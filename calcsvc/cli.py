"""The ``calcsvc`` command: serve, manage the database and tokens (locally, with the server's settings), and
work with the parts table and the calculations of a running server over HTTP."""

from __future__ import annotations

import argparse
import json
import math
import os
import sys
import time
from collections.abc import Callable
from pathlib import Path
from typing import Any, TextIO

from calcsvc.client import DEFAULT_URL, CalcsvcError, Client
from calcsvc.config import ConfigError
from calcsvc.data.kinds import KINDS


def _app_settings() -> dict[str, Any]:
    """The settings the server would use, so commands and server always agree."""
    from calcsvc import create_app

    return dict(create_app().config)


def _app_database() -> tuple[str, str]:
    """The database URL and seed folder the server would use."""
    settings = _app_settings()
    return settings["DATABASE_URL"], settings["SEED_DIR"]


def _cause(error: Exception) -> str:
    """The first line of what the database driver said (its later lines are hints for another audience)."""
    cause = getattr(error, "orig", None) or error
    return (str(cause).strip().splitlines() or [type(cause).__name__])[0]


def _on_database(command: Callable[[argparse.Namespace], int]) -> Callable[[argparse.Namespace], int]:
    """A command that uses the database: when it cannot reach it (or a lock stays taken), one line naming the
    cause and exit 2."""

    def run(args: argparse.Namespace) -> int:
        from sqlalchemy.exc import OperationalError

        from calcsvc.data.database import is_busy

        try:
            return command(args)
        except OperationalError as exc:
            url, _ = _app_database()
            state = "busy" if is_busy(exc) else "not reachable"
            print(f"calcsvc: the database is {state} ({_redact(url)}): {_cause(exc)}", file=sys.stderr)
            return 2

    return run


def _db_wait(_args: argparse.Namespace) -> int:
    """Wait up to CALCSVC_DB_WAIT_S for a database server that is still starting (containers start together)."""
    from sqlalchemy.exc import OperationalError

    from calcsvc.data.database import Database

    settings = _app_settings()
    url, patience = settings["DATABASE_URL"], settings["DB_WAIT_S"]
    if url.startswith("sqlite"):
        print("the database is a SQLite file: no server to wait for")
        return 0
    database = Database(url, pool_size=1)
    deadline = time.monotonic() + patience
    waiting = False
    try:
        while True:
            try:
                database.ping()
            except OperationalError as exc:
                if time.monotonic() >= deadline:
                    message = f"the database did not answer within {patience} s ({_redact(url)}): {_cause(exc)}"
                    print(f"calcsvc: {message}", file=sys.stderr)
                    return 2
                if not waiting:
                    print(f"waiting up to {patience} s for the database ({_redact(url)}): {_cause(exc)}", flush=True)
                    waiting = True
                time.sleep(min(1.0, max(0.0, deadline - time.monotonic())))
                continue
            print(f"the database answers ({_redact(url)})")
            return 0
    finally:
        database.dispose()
***
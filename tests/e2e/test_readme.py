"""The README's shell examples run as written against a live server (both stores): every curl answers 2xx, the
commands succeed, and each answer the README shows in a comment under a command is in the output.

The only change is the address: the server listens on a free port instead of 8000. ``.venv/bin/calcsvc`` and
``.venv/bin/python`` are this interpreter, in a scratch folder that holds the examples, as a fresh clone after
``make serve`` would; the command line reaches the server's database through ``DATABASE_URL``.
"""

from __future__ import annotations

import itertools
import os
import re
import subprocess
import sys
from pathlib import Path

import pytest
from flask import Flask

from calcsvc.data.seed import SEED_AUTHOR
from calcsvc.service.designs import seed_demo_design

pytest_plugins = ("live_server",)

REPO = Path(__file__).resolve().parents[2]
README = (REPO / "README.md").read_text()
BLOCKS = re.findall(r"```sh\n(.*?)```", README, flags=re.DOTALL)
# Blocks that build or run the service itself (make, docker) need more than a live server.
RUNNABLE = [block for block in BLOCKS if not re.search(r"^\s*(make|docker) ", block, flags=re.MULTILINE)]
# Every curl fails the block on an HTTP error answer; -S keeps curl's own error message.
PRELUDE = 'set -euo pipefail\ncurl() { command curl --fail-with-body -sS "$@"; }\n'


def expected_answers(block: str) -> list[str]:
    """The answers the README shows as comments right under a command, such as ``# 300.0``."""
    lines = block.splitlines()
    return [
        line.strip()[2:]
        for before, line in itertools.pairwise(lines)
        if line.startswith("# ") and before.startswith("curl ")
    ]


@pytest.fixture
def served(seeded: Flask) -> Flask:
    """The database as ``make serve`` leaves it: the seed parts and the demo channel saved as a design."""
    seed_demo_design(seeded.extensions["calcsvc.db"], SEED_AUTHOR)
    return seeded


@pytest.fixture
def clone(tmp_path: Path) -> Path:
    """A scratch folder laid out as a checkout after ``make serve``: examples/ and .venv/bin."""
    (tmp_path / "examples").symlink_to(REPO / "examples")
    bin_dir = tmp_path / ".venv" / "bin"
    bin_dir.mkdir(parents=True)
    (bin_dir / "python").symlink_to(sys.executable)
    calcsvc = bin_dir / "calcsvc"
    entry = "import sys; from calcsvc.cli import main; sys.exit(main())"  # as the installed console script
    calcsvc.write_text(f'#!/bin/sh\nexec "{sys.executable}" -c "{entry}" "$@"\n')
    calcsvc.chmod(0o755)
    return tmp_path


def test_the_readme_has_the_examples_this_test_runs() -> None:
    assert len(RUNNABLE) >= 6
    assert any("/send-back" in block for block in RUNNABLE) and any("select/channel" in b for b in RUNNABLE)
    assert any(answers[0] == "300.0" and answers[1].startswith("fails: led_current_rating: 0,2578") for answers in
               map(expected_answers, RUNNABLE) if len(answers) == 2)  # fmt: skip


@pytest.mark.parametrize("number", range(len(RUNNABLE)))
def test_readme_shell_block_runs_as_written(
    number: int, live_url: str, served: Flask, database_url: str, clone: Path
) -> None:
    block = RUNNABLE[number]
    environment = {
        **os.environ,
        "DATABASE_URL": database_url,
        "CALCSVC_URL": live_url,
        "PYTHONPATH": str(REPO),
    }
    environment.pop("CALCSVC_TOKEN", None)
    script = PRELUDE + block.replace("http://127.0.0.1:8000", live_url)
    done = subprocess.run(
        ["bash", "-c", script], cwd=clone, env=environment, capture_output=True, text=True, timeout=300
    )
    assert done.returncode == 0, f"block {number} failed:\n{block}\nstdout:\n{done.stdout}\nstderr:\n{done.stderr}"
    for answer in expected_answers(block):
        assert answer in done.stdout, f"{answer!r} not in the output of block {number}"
***
WHAT THIS TASK INVOLVES —
Within the listing, how many lines carry the word "RUNNABLE"? Answer with the number alone.

ANSWER TO THE EXERCISE —
6